Automatic decomposition of multichannel intramuscular EMG signals.

作者信息

Florestal J R, Mathieu P A, McGill K C

机构信息

Institut de génie biomédical (dépt. de physiologie), Université de Montréal, Pav. Paul G. Desmarais, 2960 Chemin de la tour, Local 2513, Montréal, Qué, Canada H3T 1J4.

出版信息

J Electromyogr Kinesiol. 2009 Feb;19(1):1-9. doi: 10.1016/j.jelekin.2007.04.001. Epub 2007 May 21.

Abstract

We describe an automatic algorithm for decomposing multichannel EMG signals into their component motor unit action potential (MUAP) trains, including signals from widely separated recording sites in which MUAPs exhibit appreciable interchannel offset and jitter. The algorithm has two phases. In the clustering phase, the distinct, recurring MUAPs in each channel are identified, the ones that correspond to the same motor units are determined by their temporal relationships, and multichannel templates are computed. In the identification stage, the MUAP discharges in the signal are identified using matched filtering and superimposition resolution techniques. The algorithm looks for the MUAPs with the largest single channel components first, using matches in one channel to guide the search in other channels, and using information from the other channels to confirm or refute each identification.
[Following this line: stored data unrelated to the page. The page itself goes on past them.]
def _check_files(check: _Checker, part: np.ndarray, session: np.ndarray, name: dict[str, str]) -> bool:
    """Flag a participant and session whose rows come from two or more files, at the first row of each later file.

    Returns whether any was flagged (then the trial order is not checked:
    its problems would only repeat this one).
    """
    keys = pd.DataFrame({"p": part, "s": session, "f": check.files})
    first = keys.groupby(["p", "s"], sort=False)["f"].transform("first").to_numpy()
    later = pd.unique(check.files[first != check.files])
    for f in later:
        rows = np.flatnonzero((check.files == f) & (first != check.files))
        row = rows[0]
        check.problems.append(Problem(
            f"participant {part[row]}, session {session[row]} is also in {first[row]}: two files for "
            "one participant and session; remove one, or tell the sessions apart (a session column, "
            "or {session} in the name pattern)", str(f), int(check.lines[row]), name["participant"]))
    return len(later) > 0


def _read_warnings(check: _Checker, frame: pd.DataFrame, name: dict[str, str], rt_unit: str) -> None:
    """Add the warnings a valid log can still deserve: RTs on missed guesses, no RTs, units."""
    rt = frame["rt"].to_numpy()
    has_rt = ~np.isnan(rt)
    missed_rt = frame["missed"].to_numpy() & has_rt
    if missed_rt.any():
        n = int(missed_rt.sum())
        check.warnings.append(f"column '{name['rt']}': {plural(n, 'missed guess')} "
                              f"{'carries' if n == 1 else 'carry'} an RT, which is ignored "
                              f"({check.at(missed_rt)})")
    if not has_rt.any():
        check.warnings.append("no reaction times in this log: RT analyses will be skipped")
        return
    median = pd.Series(rt[has_rt]).groupby(frame["participant"].to_numpy()[has_rt]).median()
    odd = median[median > MS_SUSPECT] if rt_unit == "s" else median[median < _S_SUSPECT]
    if odd.empty:
        return
    overall = float(np.median(rt[has_rt]))
    if len(odd) == len(median) and rt_unit == "s":
        check.warnings.append(f"column '{name['rt']}': the median RT is {overall:g} s; if the RTs "
                              "are in milliseconds, pass rt_unit='ms' (CLI: --rt-unit ms)")
    elif len(odd) == len(median):
        check.warnings.append(f"column '{name['rt']}': read as milliseconds, the median RT is "
                              f"{overall:g} s; if the RTs are in seconds, drop rt_unit='ms' "
                              "(CLI: --rt-unit)")
    else:
        unit, other = ("seconds", "milliseconds") if rt_unit == "s" else ("milliseconds", "seconds")
        who = ", ".join(map(str, odd.index[:_SHOW_LABELS])) + (
            f" and {len(odd) - _SHOW_LABELS} more" if len(odd) > _SHOW_LABELS else "")
        check.warnings.append(
            f"column '{name['rt']}': {'participant' if len(odd) == 1 else 'participants'} {who} "
            f"{'has a median RT' if len(odd) == 1 else 'have median RTs'} of "
            f"{', '.join(f'{v:g} s' for v in odd.to_numpy()[:_SHOW_LABELS])}, implausible when read "
            f"in {unit} like the others: if their RTs are in {other}, convert them in the log "
            "(the RT unit applies to every participant)")


def _impossible_warnings(check: _Checker, frame: pd.DataFrame, order: np.ndarray, task: Task) -> None:
    """Warn, per participant, about stimuli that the task's source gives probability 0 after their past.

    ``frame`` is sorted by participant, session, block and trial and row
    ``i`` of it is row ``order[i]`` of the log; each session is one sequence.
    The warning names the first such trial's line and context, and how many there are.
    """
    x = frame["stimulus_idx"].to_numpy()
    part = frame["participant"].to_numpy(dtype=object)
    session = frame["session"].to_numpy()
    new = np.ones(len(frame), dtype=bool)
    new[1:] = (part[1:] != part[:-1]) | (session[1:] != session[:-1])
    starts = np.flatnonzero(new)
    found: dict[str, list] = {}
    for a, b in zip(starts, np.r_[starts[1:], len(frame)]):
        bad = task.impossible(x[a:b])
        if bad.size and part[a] not in found:
            context = task.context_indices(x[a:b])[bad[0]]
            found[part[a]] = [a + bad[0], task.context_label(task.contexts[context]), 0]
        if bad.size:
            found[part[a]][2] += bad.size
    for p, (row, context, n) in list(found.items())[:_SHOW_LABELS]:
        check.warnings.append(
            f"participant {p}: stimulus {task.symbols[x[row]]!r} on {check.place(order[row])} has probability 0 "
            f"under task {task.name!r} after context {context!r} ({plural(int(n), 'such trial')}); "
            "check that the log belongs to this task")
    if len(found) > _SHOW_LABELS:
        check.warnings.append(f"and {plural(len(found) - _SHOW_LABELS, 'more participant')} with "
                              f"stimuli of probability 0 under task {task.name!r}")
For validation, the algorithm was used to decompose 10 real 6-to-8-channel EMG signals containing activity from up to 25 motor units. Comparison with expert manual decomposition showed that the algorithm identified more than 75% of the total 176 MUAP trains with an accuracy greater than 95%. The algorithm is fast, robust, and shows promise to be accurate enough to be a useful tool for decomposing multichannel signals. It is freely available at http://emglab.stanford.edu.

摘要

我们描述了一种自动算法,用于将多通道肌电图(EMG)信号分解为其组成的运动单位动作电位(MUAP)序列,包括来自广泛分离的记录部位的信号,其中MUAP在通道间表现出明显的偏移和抖动。该算法有两个阶段。在聚类阶段,识别每个通道中不同的、反复出现的MUAP,通过它们的时间关系确定对应于同一运动单位的MUAP,并计算多通道模板。在识别阶段,使用匹配滤波和叠加分辨率技术识别信号中的MUAP放电。该算法首先寻找具有最大单通道成分的MUAP,利用一个通道中的匹配来指导其他通道中的搜索,并利用其他通道的信息来确认或反驳每个识别结果。为了进行验证,该算法被用于分解10个真实的6至8通道EMG信号,这些信号包含多达25个运动单位的活动。与专家手动分解的比较表明,该算法识别出了176个MUAP序列中的75%以上,准确率超过95%。该算法快速、稳健,有望准确到足以成为分解多通道信号的有用工具。它可在http://emglab.stanford.edu上免费获取。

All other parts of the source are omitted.